Philosophers and psychologists alike have debated for centuries how humans and other species deal with the multiple sources of sensory information that specify the world around them. Recent years have seen a dramatic increase in our understanding of multisensory processes in mature adults, which have led to the conclusion that multisensory processes are ubiquitous in mature psychological functioning. However, developmental research has also shown that multisensory integration takes time to develop and that early experience plays a key role in its development. This chapter describes how the development of multisensory functioning can both constrain and enrich perceptual and cognitive functioning through the lifespan. This chapter also reflects on the history of the field, and draws out some key themes of recent research in multisensory development.

This chapter reviews the evidence concerning the development and decline of multisensory flavour perception. The emphasis is on the role of visual cues, especially colour. Taken together, the available research suggests that the influence of visual cues on multisensory flavour perception decline during the course of childhood, and increases once again in old age. The latter developmental change is presumably driven by the decline of gustation and olfaction increasingly seen in people who live past the age of 60–70 years. Limitations with the interpretation of previous studies are highlighted and numerous suggestions for future research made. The tricky question of whether vision’s influence on multisensory flavour perception is best conceptualized in terms of multisensory integration or expectation effects is also discussed.

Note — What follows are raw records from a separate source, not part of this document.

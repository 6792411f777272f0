"""A made result to look at: blocks on a grid, with a temperature known everywhere. Invented, and no product."""

from __future__ import annotations

from collections.abc import Callable
from pathlib import Path
from typing import Any

import bpy
import numpy as np
from fluxface.solver.result import Field, write_result

# The faces of a grid cell as corner offsets, outward, and the direction each looks in.
SIDES = {
    (0, -1): ((0, 0, 0), (0, 0, 1), (0, 1, 1), (0, 1, 0)),
    (0, 1): ((1, 0, 0), (1, 1, 0), (1, 1, 1), (1, 0, 1)),
    (1, -1): ((0, 0, 0), (1, 0, 0), (1, 0, 1), (0, 0, 1)),
    (1, 1): ((0, 1, 0), (0, 1, 1), (1, 1, 1), (1, 1, 0)),
    (2, -1): ((0, 0, 0), (0, 1, 0), (1, 1, 0), (1, 0, 0)),
    (2, 1): ((0, 0, 1), (1, 0, 1), (1, 1, 1), (0, 1, 1)),
}


def grid_boundary(filled: np.ndarray, size: np.ndarray) -> tuple[np.ndarray, np.ndarray]:
    """The skin of the filled cells (I, J, K) of a grid, each of ``size`` (3,) m: nodes (N, 3), triangles (B, 6)."""
    padded = np.pad(filled, 1)
    cells = np.argwhere(filled)
    quads = []
    for (axis, way), corners in SIDES.items():
        beyond = cells + 1
        beyond[:, axis] += way
        quads.append(cells[~padded[tuple(beyond.T)], None, :] + np.array(corners))
    a, b, c, d = np.moveaxis(2 * np.concatenate(quads), 1, 0)
    corners = np.concatenate([np.stack([a, b, c], 1), np.stack([a, c, d], 1)])
    middles = (corners + np.roll(corners, -1, axis=1)) // 2
    half_steps, triangles = np.unique(np.concatenate([corners, middles], 1).reshape(-1, 3), axis=0, return_inverse=True)
    return half_steps * size / 2.0, triangles.reshape(-1, 6)


def finned_block() -> tuple[np.ndarray, np.ndarray]:
    """A plate of 120 x 80 mm with seven fins on it, and a notch in it."""
    filled = np.zeros((26, 16, 12), dtype=bool)
    filled[:, :, :3] = True
    filled[::4, :, 3:] = True
    filled[1::4, :, 3:] = True
    filled[11:15, 0:4, :3] = False
    return grid_boundary(filled, np.array([0.12 / 26, 0.005, 0.004]))


def write_made_result(
    folder: Path, parts: list[tuple[np.ndarray, np.ndarray]], temperature: Callable[..., Any]
) -> Field:
    """A result folder whose parts have the given nodes (m) and triangles, and ``temperature(x, y, z)`` in kelvin."""
    starts = np.cumsum([0] + [len(nodes) for nodes, _ in parts])
    nodes = np.concatenate([nodes for nodes, _ in parts])
    boundary = np.concatenate([faces + start for (_, faces), start in zip(parts, starts, strict=False)])
    part = np.repeat(np.arange(len(parts)), [len(faces) for _, faces in parts])
    none = np.full(len(boundary), -1)
    field = Field(
        nodes=nodes,
        cells=np.zeros((0, 10), dtype=np.int32),
        cell_part=np.zeros(0, dtype=np.int32),
        temperature=temperature(*nodes.T),
        boundary=boundary,
        boundary_tag=none,
        boundary_part=part,
        boundary_face=none,
        heat_flux=np.zeros_like(nodes),
        cell_heat_flux=np.zeros((0, 3)),
    )
    write_result({"format": "fluxface.result/1", "state": "solved"}, field, folder)
    return field


def warm_at_one_end(x: np.ndarray, y: np.ndarray, z: np.ndarray) -> np.ndarray:
    """From 303.15 K up to some 345 K under the near left corner of the plate."""
    return 303.15 + 42.0 * np.exp(-((x - 0.03) ** 2 + (y - 0.02) ** 2) / 0.05**2 - z / 0.05)


def stand_in(name: str, **placement: Any) -> bpy.types.Object:
    """A part in the scene, placed as told: one triangle, for a result does not ask what it lies on."""
    mesh = bpy.data.meshes.new(name)
    mesh.from_pydata([(0, 0, 0), (1, 0, 0), (0, 1, 0)], [], [(0, 1, 2)])
    part = bpy.data.objects.new(name, mesh)
    bpy.context.scene.collection.objects.link(part)
    for key, value in placement.items():
        setattr(part, key, value)
    return part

This chapter reviews the development of multisensory control of whole-body movement. The developing interactions between non-visual (e.g. vestibular and proprioceptive) and visual (e.g. optic flow) sensory inputs for whole-body control are discussed. Even very young children use multisensory information for spatial orienting responses, and to control balance and locomotion. In many tasks, research shows that visual information is heavily weighted in infancy and early childhood, but is gradually down-weighted during development in favour of somatosensory and vestibular inputs. Sensory integration for more complex navigation tasks shows an extended developmental trajectory. The application of Bayesian (ideal observer) models to understanding sensory integration and re-weighting in childhood is discussed.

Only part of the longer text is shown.